For sophisticated minds, their theories present no more than a retrospective interest. Their fantasies were valuable in the time–not always very remote–when individuals, even the most gifted, fearful in the face of poorly explained phenomena or of accidental incidents of existence, sought a recourse, a support, a response to their questions in an extra-human intervention. For it is an extra-human, extra-natural, intervention, will of the divinity or revelation of his will that the religious reformers always return to. The member of Society, or rather the creature, is a plaything in the hands of the creator; the great drama of the historical evolution of human groupings, the inequality of births or aptitudes, the control of the powerful and arrogant over the rest of humanity, all of that arises from the good will of the divinity – it is the tangible expression of its work. “Let the divine will be done!”—that is the last word of the most spiritual souls, the most frantically religious, even when that so-called will implies annihilation of the individual personality, passive acceptance of all that which suppress the growth and blossoming of the individual life.

9) Atonement, sin, sacrifice.

But there is another point of view that must be studied in order to consider the religious problem in its full extent and to understand well the “state of the religious soul.” The deeply, sincerely religious being is devoured by an unquenchable, insatiable need for atonement. Even when irreproachable from the moral and social point of view, it feels an almost irresistible desire to renounce its faculties of reflection in order to find a bitter, nagging joy in a keen feeling of regret and remorse for not finding itself in conformity to a certain ideal of value or moral level, whether it has drawn that ideal itself, or if it has been recommended to it by dogma or shown by the priest. The sincerely religious being places in an absolute of purity and sanctity that it calls God the sum of all the spiritual values that it is capable of conceiving or imagining. It always feels that it is powerless and miserable in relation to that spiritual absolute, with regard to which it is conscious of being morally responsible.

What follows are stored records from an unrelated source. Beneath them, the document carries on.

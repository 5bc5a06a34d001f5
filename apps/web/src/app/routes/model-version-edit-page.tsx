import { useNavigate, useParams } from "react-router-dom";
import { paths } from "@/config/paths";
import { useMe } from "@/features/auth/api/get-me";
import { useModelVersion } from "@/features/model-versions/api/get-model-version";
import { useUpdateModelVersion } from "@/features/model-versions/api/save-model-version";
import { ModelEditorWithDraft } from "@/features/model-versions/components/model-editor-with-draft";
import { perilProfilePickerSource } from "@/features/peril/api/get-peril-profiles";
import { usePerilProfilesByIds } from "@/app/use-peril-profiles-by-ids";
import { PageHeader } from "@/components/ui/page-header";
import { draftStorageKey } from "@/lib/draft-storage";
import { ErrorState, LoadingState } from "@/components/ui/states";

export default function ModelVersionEditPage() {
  const { versionId = "" } = useParams();
  const me = useMe();
  const version = useModelVersion(versionId);
  const update = useUpdateModelVersion();
  const pinnedProfiles = usePerilProfilesByIds(version.data?.perilProfileIds ?? []);
  const navigate = useNavigate();
  if (version.isPending) return <LoadingState />;
  if (version.isError) return <ErrorState error={version.error} />;
  const v = version.data;
  if (v.status !== "draft" || v.authorId !== me.data?.user.id)
    return (
      <ErrorState
        title="This version cannot be edited"
        error={
          new Error(
            v.status !== "draft"
              ? `It is ${v.status}; only drafts change. Make a new draft from it instead.`
              : "Only its author edits a draft.",
          )
        }
      />
    );
  return (
    <>
      <PageHeader
        kicker="Model versions"
        title={`Edit ${v.name} v${v.versionNumber}`}
        description="Drafts can change freely until they are submitted for review."
      />
      <ModelEditorWithDraft
        draftKey={draftStorageKey("model-version", v.authorId, v.id)}
        initial={{
          name: v.name,
          notes: v.notes,
          parentId: v.parentId,
          model: v.model,
          defaults: v.defaults,
          perilProfileIds: v.perilProfileIds,
        }}
        perilProfiles={{ source: perilProfilePickerSource, known: pinnedProfiles }}
        submitLabel="Save changes"
        pending={update.isPending}
        serverError={update.error}
        onSave={(body, saved) => {
          const { parentId: _parent, ...rest } = body;
          update.mutate(
            { id: v.id, body: rest },
            {
              onSuccess: () => {
                saved();
                void navigate(paths.modelVersion.build(v.id));
              },
            },
          );
        }}
      />
    </>
  );
}
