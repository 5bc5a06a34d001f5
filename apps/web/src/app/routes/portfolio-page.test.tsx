import { screen, within } from "@testing-library/react";
import { afterEach, describe, expect, it, vi } from "vitest";
import { stubFetch } from "@/testing/fetch-stub";
import { apiError } from "@/features/peril/testing/records";
import { renderRoute } from "@/testing/render-route";
import PortfolioPage from "./portfolio-page";

afterEach(() => vi.unstubAllGlobals());

const at = (id: string) => ({ path: "/peril-lens/portfolios/:portfolioId", url: `/peril-lens/portfolios/${id}` });

describe("PortfolioPage states", () => {
  it("shows an unknown id as a missing portfolio with the way back", async () => {
    stubFetch(() => apiError(404, "not_found", "Portfolio pf-gone does not exist."));
    renderRoute(<PortfolioPage />, at("pf-gone"));
    expect(screen.getByText("Loading portfolio…")).toBeInTheDocument();
    expect(await screen.findByRole("heading", { name: "No portfolio here" })).toBeInTheDocument();
    expect(screen.getByText("There is no portfolio at this address")).toBeInTheDocument();
    expect(screen.getByRole("link", { name: "Back to the peril lens" })).toHaveAttribute("href", "/peril-lens");
  });

  it("keeps the server's reason and a retry for other failures", async () => {
    stubFetch(() => apiError(500, "internal_error", "An unexpected error occurred."));
    renderRoute(<PortfolioPage />, at("pf-1"));
    const alert = await screen.findByRole("alert");
    expect(alert).toHaveTextContent("An unexpected error occurred.");
    expect(within(alert).getByRole("button", { name: "Try again" })).toBeInTheDocument();
    expect(screen.getByRole("heading", { name: "The portfolio could not be loaded" })).toBeInTheDocument();
  });
});
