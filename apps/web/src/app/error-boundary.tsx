import { isRouteErrorResponse, useRouteError } from "react-router-dom";
import { ErrorState } from "@/components/ui/states";

/** Route-level boundary: a failed lazy chunk or a render error shows here, inside the shell. */
export function RouteErrorBoundary() {
  const error = useRouteError();
  const message = isRouteErrorResponse(error) ? `${error.status} ${error.statusText}` : undefined;
  return (
    <div className="p-8">
      <ErrorState title={message ?? "This page failed to load"} error={error} retry={() => window.location.reload()} />
    </div>
  );
}
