import { randomBytes } from "node:crypto";
import type { InviteUserBody, Role, User } from "@plumeline/contracts";
import type { AppContext } from "../../context.js";
import { conflict, forbidden, notFound } from "../../errors/app-error.js";
import type { RequestUser } from "../../middleware/request-context.js";
import { recordAudit } from "../audit/audit.service.js";
import type { UserModel } from "./user.model.js";

type UsersContext = Pick<AppContext, "models" | "auth" | "mailer" | "config" | "sequelize">;

export async function listUsers(ctx: Pick<AppContext, "models">): Promise<User[]> {
  const rows = await ctx.models.User.findAll({ order: [["name", "ASC"], ["email", "ASC"]] });
  return rows.map(toUser);
}

export async function getUser(ctx: Pick<AppContext, "models">, id: string): Promise<User> {
  const row = await ctx.models.User.findByPk(id);
  if (!row) throw notFound("User", id);
  return toUser(row);
}

/** Addresses of everyone holding `role`, e.g. the managers to notify of a submission. */
export async function emailsOfRole(ctx: Pick<AppContext, "models">, role: Role): Promise<string[]> {
  const rows = await ctx.models.User.findAll({ where: { role }, attributes: ["email"], order: [["email", "ASC"]] });
  return rows.map((r) => r.email);
}

/** A temporary password: 18 random bytes, base64url (24 characters, 144 bits). */
export function generateTemporaryPassword(): string {
  return randomBytes(18).toString("base64url");
}

/**
 * Invites a colleague: creates the user with a generated password through better-auth (which
 * hashes it and creates the credential), audits the invitation and mails the password.
 */
export async function inviteUser(ctx: UsersContext, actor: RequestUser, body: InviteUserBody): Promise<User> {
  const email = body.email.toLowerCase();
  if (await ctx.models.User.findOne({ where: { email } })) throw conflict(`A user with the email ${email} already exists.`, "email_taken");
  const password = generateTemporaryPassword();
  const { user } = await ctx.auth.api.createUser({ body: { email, name: body.name, password, role: body.role } });
  await ctx.models.User.update({ mustChangePassword: true }, { where: { id: user.id } });
  await recordAudit(ctx, {
    actorId: actor.id,
    actorEmail: actor.email,
    action: "user.invited",
    entityType: "user",
    entityId: user.id,
    summary: `${actor.email} invited ${email} as ${body.role}.`,
    data: { email, name: body.name, role: body.role },
  });
  await ctx.mailer.send({
    to: [email],
    subject: "Your Plumeline account",
    text: [
      `Hello ${body.name},`,
      "",
      `${actor.name} has invited you to Plumeline as ${body.role}.`,
      `Sign in at ${ctx.config.publicOrigin} with`,
      `  email:    ${email}`,
      `  password: ${password}`,
      "",
      "This password works once: after signing in you will be asked to choose your own before anything else.",
    ].join("\n"),
  });
  return getUser(ctx, user.id);
}

/** Changes a user's role, audited in the same transaction. An admin cannot demote themselves. */
export async function changeRole(ctx: UsersContext, actor: RequestUser, id: string, role: Role): Promise<User> {
  return ctx.sequelize.transaction(async (transaction) => {
    const row = await ctx.models.User.findByPk(id, { transaction });
    if (!row) throw notFound("User", id);
    if (row.id === actor.id && row.role === "admin" && role !== "admin") {
      throw forbidden("An admin cannot remove their own admin role; ask another admin.", "self_demotion");
    }
    const previous = row.role;
    if (previous === role) return toUser(row);
    await row.update({ role, updatedAt: new Date() }, { transaction });
    await recordAudit(
      ctx,
      {
        actorId: actor.id,
        actorEmail: actor.email,
        action: "user.role-changed",
        entityType: "user",
        entityId: row.id,
        summary: `${actor.email} changed the role of ${row.email} from ${previous} to ${role}.`,
        data: { from: previous, to: role },
      },
      transaction,
    );
    return toUser(row);
  });
}

export function toUser(row: UserModel): User {
  return { id: row.id, email: row.email, name: row.name, role: row.role, createdAt: row.createdAt.toISOString(), deactivated: Boolean(row.banned) };
}
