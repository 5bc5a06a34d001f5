import request from "supertest";
import { afterAll, beforeAll, describe, expect, it } from "vitest";
import { signIn, type SignedInAgent } from "../../test-support/sign-in.js";
import { createTestContext, demoUser, TEST_ORIGIN, type TestContext } from "../../test-support/test-context.js";

let t: TestContext;
let admin: SignedInAgent;
let analyst: SignedInAgent;
beforeAll(async () => {
  t = await createTestContext();
  admin = await signIn(t.app, "admin");
  analyst = await signIn(t.app, "analyst");
});
afterAll(async () => {
  await t.close();
});

describe("GET /api/users", () => {
  it("lists every user for an admin", async () => {
    const res = await admin.get("/api/users");
    expect(res.status).toBe(200);
    expect(res.body.map((u: { email: string }) => u.email)).toEqual(expect.arrayContaining([demoUser("analyst").email, demoUser("manager2").email]));
    expect(res.body[0]).toEqual({ id: expect.any(String), email: expect.any(String), name: expect.any(String), role: expect.any(String), createdAt: expect.any(String), deactivated: false });
  });

  it("answers 401 without a session", async () => {
    const res = await request(t.app).get("/api/users");
    expect(res.status).toBe(401);
    expect(res.body.error.code).toBe("unauthenticated");
  });

  it("answers 403 naming the permission for a role without users:manage", async () => {
    const res = await analyst.get("/api/users");
    expect(res.status).toBe(403);
    expect(res.body.error.message).toContain("users:manage");
  });
});

// The invitation reuses better-auth's reset token (its email-and-password documentation: a
// one-time token through sendResetPassword, consumed by POST /reset-password); OWASP's
// Forgot Password Cheat Sheet: send a single-use link, never a password, by mail.

/** The mail the outbox holds for `email` (the latest one), read back as an admin would. */
async function latestMailTo(email: string): Promise<{ subject: string; text: string }> {
  await t.ctx.mailer.idle();
  const list = await admin.get("/api/outbox");
  expect(list.status).toBe(200);
  const summary = list.body.find((m: { to: string[] }) => m.to.includes(email));
  expect(summary).toBeDefined();
  const mail = await admin.get(`/api/outbox/${summary.id}`);
  expect(mail.status).toBe(200);
  return mail.body;
}

function resetTokenIn(text: string): string {
  const link = /(http\S+\/reset-password\?token=\S+)/.exec(text)?.[1];
  if (!link) throw new Error(`No link to set a password in: ${text}`);
  expect(link.startsWith(`${TEST_ORIGIN}/reset-password?`)).toBe(true);
  return new URL(link).searchParams.get("token")!;
}

const signInAs = (email: string, password: string) =>
  request(t.app).post("/api/auth/sign-in/email").set("Origin", TEST_ORIGIN).send({ email, password });

describe("POST /api/users (invite)", () => {
  it("creates the user, audits it and mails a one-time link to set a password, never a password", async () => {
    const res = await admin.post("/api/users").send({ email: "Noor.Castellan@harbourline.example", name: "Noor Castellan", role: "actuary" });
    expect(res.status).toBe(201);
    expect(res.body).toMatchObject({ email: "noor.castellan@harbourline.example", name: "Noor Castellan", role: "actuary" });

    const mail = await latestMailTo("noor.castellan@harbourline.example");
    expect(mail.subject).toBe("You are invited to Plumeline");
    expect(mail.text).toContain("as actuary");
    expect(mail.text).not.toMatch(/password:/i);
    resetTokenIn(mail.text);
    // Nothing signs the invited person in before they choose a password: there is none.
    expect(await t.ctx.models.Account.count({ where: { userId: res.body.id } })).toBe(0);

    const audit = await t.ctx.models.AuditEvent.findOne({ where: { action: "user.invited", entityId: res.body.id } });
    expect(audit?.actorId).toBe(t.userIds.admin);
  });

  it("answers 400 listing every bad field", async () => {
    const res = await admin.post("/api/users").send({ email: "not-an-email", role: "superuser" });
    expect(res.status).toBe(400);
    expect(res.body.error.details.map((d: { path: string }) => d.path).sort()).toEqual(["email", "name", "role"]);
  });

  it("answers 409 for an email that already has an account", async () => {
    const res = await admin.post("/api/users").send({ email: demoUser("manager").email, name: "Someone", role: "analyst" });
    expect(res.status).toBe(409);
    expect(res.body.error.code).toBe("email_taken");
  });

  it("answers 403 for a non-admin", async () => {
    const res = await analyst.post("/api/users").send({ email: "x@harbourline.example", name: "X", role: "analyst" });
    expect(res.status).toBe(403);
  });
});

describe("better-auth admin endpoints over HTTP", () => {
  it("are closed, so role changes cannot bypass the audited /api/users path", async () => {
    const res = await admin.post("/api/auth/admin/set-role").send({ userId: t.userIds.analyst, role: "manager" });
    expect(res.status).toBe(404);
    expect((await t.ctx.models.User.findByPk(t.userIds.analyst))?.role).toBe("analyst");
  });
});

describe("PATCH /api/users/:id", () => {
  it("changes the role, audits old and new role with the reason, and the new permissions apply at once", async () => {
    const actuaryAgent = await signIn(t.app, "actuary");
    expect((await actuaryAgent.get("/api/me")).body.permissions).not.toContain("pathways:write");

    const reason = "Moves to the pricing desk; needs to draft pathways.";
    const res = await admin.patch(`/api/users/${t.userIds.actuary}`).send({ role: "analyst", reason });
    expect(res.status).toBe(200);
    expect(res.body.role).toBe("analyst");

    const audit = await admin.get(`/api/audit?action=user.role-changed&entityId=${t.userIds.actuary}`);
    expect(audit.body.total).toBe(1);
    expect(audit.body.items[0].data).toEqual({ from: "actuary", to: "analyst", reason });
    expect(audit.body.items[0].summary).toContain(reason);
    expect((await actuaryAgent.get("/api/me")).body.permissions).toContain("pathways:write");
  });

  it("answers 400 naming reason when it is missing or blank, and changes nothing", async () => {
    for (const body of [{ role: "manager" }, { role: "manager", reason: "   " }]) {
      const res = await admin.patch(`/api/users/${t.userIds.manager2}`).send(body);
      expect(res.status).toBe(400);
      expect(res.body.error.details.map((d: { path: string }) => d.path)).toEqual(["reason"]);
    }
    expect((await t.ctx.models.User.findByPk(t.userIds.manager2))?.role).toBe("manager");
    expect(await t.ctx.models.AuditEvent.count({ where: { action: "user.role-changed", entityId: t.userIds.manager2 } })).toBe(0);
  });

  it("refuses an admin changing their own role (403 self_role_change) and leaves it unchanged", async () => {
    const res = await admin.patch(`/api/users/${t.userIds.admin}`).send({ role: "manager", reason: "Stepping back from admin." });
    expect(res.status).toBe(403);
    expect(res.body.error.code).toBe("self_role_change");
    expect((await t.ctx.models.User.findByPk(t.userIds.admin))?.role).toBe("admin");
    expect(await t.ctx.models.AuditEvent.count({ where: { action: "user.role-changed", entityId: t.userIds.admin } })).toBe(0);
  });

  it("answers 404 for an unknown user", async () => {
    const res = await admin.patch("/api/users/no-such-user").send({ role: "analyst", reason: "Test of an unknown id." });
    expect(res.status).toBe(404);
    expect(res.body.error.code).toBe("not_found");
  });

  it("answers 400 for an unknown role and 401 without a session", async () => {
    expect((await admin.patch(`/api/users/${t.userIds.manager}`).send({ role: "owner", reason: "Not a role." })).status).toBe(400);
    expect((await request(t.app).patch(`/api/users/${t.userIds.manager}`).send({ role: "analyst", reason: "No session." })).status).toBe(401);
  });

  it("refuses a cookie-authenticated write from an untrusted origin", async () => {
    const res = await admin.patch(`/api/users/${t.userIds.manager}`).set("Origin", "https://attacker.example").send({ role: "analyst", reason: "Forged." });
    expect(res.status).toBe(403);
    expect(res.body.error.code).toBe("untrusted_origin");
  });
});

describe("invited user's link to set a password", () => {
  it("sets a password once: it signs in with no further step, the link cannot be used again, audited without secrets", async () => {
    const email = "lior.vantongeren@harbourline.example";
    const invited = await admin.post("/api/users").send({ email, name: "Lior Vantongeren", role: "manager" });
    expect(invited.status).toBe(201);
    const token = resetTokenIn((await latestMailTo(email)).text);

    const chosen = "lior-own-password-2";
    const set = await request(t.app).post("/api/auth/reset-password").set("Origin", TEST_ORIGIN).send({ token, newPassword: chosen });
    expect(set.status).toBe(200);

    const agent = request.agent(t.app);
    agent.set("Origin", TEST_ORIGIN);
    expect((await agent.post("/api/auth/sign-in/email").send({ email, password: chosen })).status).toBe(200);
    const me = await agent.get("/api/me");
    expect(me.body.mustChangePassword).toBe(false);
    expect((await agent.get("/api/pathways")).status).toBe(200);

    const reuse = await request(t.app).post("/api/auth/reset-password").set("Origin", TEST_ORIGIN).send({ token, newPassword: "someone-else-pw-3" });
    expect(reuse.status).toBe(400);
    expect(reuse.body.code).toBe("INVALID_TOKEN");
    expect((await signInAs(email, "someone-else-pw-3")).status).toBe(401);
    expect((await signInAs(email, chosen)).status).toBe(200);

    const rows = await t.ctx.models.AuditEvent.findAll({ where: { entityId: invited.body.id } });
    expect(rows.map((r) => r.action)).toEqual(expect.arrayContaining(["user.invited", "user.password-reset"]));
    const stored = JSON.stringify(rows.map((r) => r.toJSON()));
    expect(stored).not.toContain(token);
    expect(stored).not.toContain(chosen);
  });
});
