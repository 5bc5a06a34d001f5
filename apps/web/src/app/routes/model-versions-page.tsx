import { useSearchParams } from "react-router-dom";
import { MODEL_VERSION_STATUSES, type ModelVersionStatus } from "@plumeline/contracts";
import { paths } from "@/config/paths";
import { useCan } from "@/features/auth/use-permission";
import { useModelVersions } from "@/features/model-versions/api/get-model-versions";
import { ModelVersionsTable } from "@/features/model-versions/components/model-versions-table";
import { ButtonLink } from "@/components/ui/button";
import { Card } from "@/components/ui/card";
import { PageHeader } from "@/components/ui/page-header";
import { Segmented } from "@/components/ui/segmented";
import { EmptyState, ErrorState, LoadingState } from "@/components/ui/states";

export default function ModelVersionsPage() {
  const [params, setParams] = useSearchParams();
  const raw = params.get("status");
  const status = (MODEL_VERSION_STATUSES as readonly string[]).includes(raw ?? "") ? (raw as ModelVersionStatus) : undefined;
  const versions = useModelVersions(status);
  const canWrite = useCan("model-versions:write");
  return (
    <>
      <PageHeader
        kicker="Model versions"
        title="Model versions"
        description="The uncertainty assumptions, versioned. Drafts go to review; a manager who did not write them approves or rejects; approved versions can be retired."
        actions={
          canWrite && (
            <ButtonLink to={paths.modelVersionNew.build()} variant="primary">
              New draft
            </ButtonLink>
          )
        }
      />
      <div className="mb-3">
        <Segmented
          label="Status"
          value={status ?? "all"}
          onChange={(v) => setParams(v === "all" ? {} : { status: v })}
          options={[{ value: "all", label: "All" }, ...MODEL_VERSION_STATUSES.map((s) => ({ value: s, label: s.replace("-", " ") }))]}
        />
      </div>
      <Card>
        {versions.isPending ? (
          <LoadingState />
        ) : versions.isError ? (
          <div className="p-4">
            <ErrorState error={versions.error} retry={() => versions.refetch()} />
          </div>
        ) : versions.data.length === 0 ? (
          <div className="p-4">
            <EmptyState title={status ? `No ${status.replace("-", " ")} versions` : "No model versions yet"} />
          </div>
        ) : (
          <ModelVersionsTable versions={versions.data} />
        )}
      </Card>
    </>
  );
}
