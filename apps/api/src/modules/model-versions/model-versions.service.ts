import { randomUUID } from "node:crypto";
import {
  createModelVersionBodySchema,
  type ChangeClass,
  type CreateModelVersionBody,
  type ErrorDetail,
  type ModelVersion,
  type ModelSpec,
  type ModelVersionDefaults,
  type ModelVersionDiff,
  type ModelVersionSummary,
  type UpdateModelVersionBody,
  type ListModelVersionsQuery,
  type MODEL_VERSION_SORT_KEYS,
  type Page,
} from "@plumeline/contracts";
import { literal, Op, type Transaction, type WhereOptions } from "sequelize";
import type { Literal } from "sequelize/lib/utils";
import { createdBetween } from "../../db/paging/date-range.js";
import { findPage, type SortColumns } from "../../db/paging/find-page.js";
import { anyContains, personMatches } from "../../db/paging/like-pattern.js";
import type { AppContext } from "../../context.js";
import { badRequest, conflict, forbidden, notFound } from "../../errors/app-error.js";
import type { RequestUser } from "../../middleware/request-context.js";
import { recordAudit } from "../audit/audit.service.js";
import { lockPathways } from "../pathways/pathways.service.js";
import { diffModelVersions } from "./model-version-diff.js";
import { mailDecided, mailSubmitted } from "./model-version-mail.js";
import type { ModelVersionModel } from "./model-version.model.js";
import { releasePathwayLocks } from "../pathways/release-pathway-locks.js";
import { assertEngineAcceptsModel } from "./engine-model-check.js";
import { checkMinorChange, type MaterialityCheck } from "./materiality-gate.js";
import { placeInLine } from "./model-version-line.js";

type Ctx = Pick<AppContext, "models" | "sequelize" | "mailer" | "config">;

const iso = (d: Date | null | undefined) => (d ? d.toISOString() : null);

async function userNames(ctx: Pick<Ctx, "models">, ids: Array<string | null>): Promise<Map<string, string>> {
  const wanted = [...new Set(ids.filter((x): x is string => !!x))];
  if (wanted.length === 0) return new Map();
  const users = await ctx.models.User.findAll({ where: { id: { [Op.in]: wanted } }, attributes: ["id", "name"] });
  return new Map(users.map((u) => [u.id, u.name]));
}

function toSummary(row: ModelVersionModel, names: Map<string, string>): ModelVersionSummary {
  return {
    id: row.id,
    name: row.name,
    versionNumber: row.versionNumber,
    status: row.status,
    parentId: row.parentId ?? null,
    changeClass: row.changeClass ?? null,
    authorId: row.authorId,
    authorName: names.get(row.authorId) ?? null,
    createdAt: row.createdAt.toISOString(),
    updatedAt: row.updatedAt.toISOString(),
    submittedAt: iso(row.submittedAt),
    decidedBy: row.decidedBy ?? null,
    decidedByName: row.decidedBy ? (names.get(row.decidedBy) ?? null) : null,
    decidedAt: iso(row.decidedAt),
  };
}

It establishes such a difference between the being preyed on by sensual passions that it is and the extra-natural phantom that is has created, that it constantly feels itself in a more or less heightened state of disobedience. What indeed is “sin,” if not having yielded to the pull of the passions, having preferred tangible enjoyments and the stimulations they bring, to the denials and annihilations of “the flesh,” or to the observation of certain rites and ceremonies? The fundamentally religious being is a tormented soul, who goes through life always asking itself how it will go about atoning for its shortcomings, redeeming its sin. It goes without saying that the sacrifice of a heifer or a goat, or even of a mournful turtle dove, symbolic as it is, will not satisfy the delicacy of conscience of an eminently spiritual being. Blood alone, life, redeems sin. To atone, the man in a religious state of mind will sacrifice himself, consecrate himself, renounce himself. He will give his life: of his flesh and his blood, he will mortify his flesh by imposing silence on the boiling of his blood, even to the point of inflicting bodily suffering on himself. He will consecrate himself to the service of the divinity, he will impose all sorts of privations on himself, he will abstain—despite the desire that devours him—from tasting the joys of existence, anxious until the hour of death with a poignant doubt, not knowing if he has accomplished enough, or in the right way, to calm the anger of God, of that jealous Absolute who demands of his faithful, his creatures, a complete submission and devotion.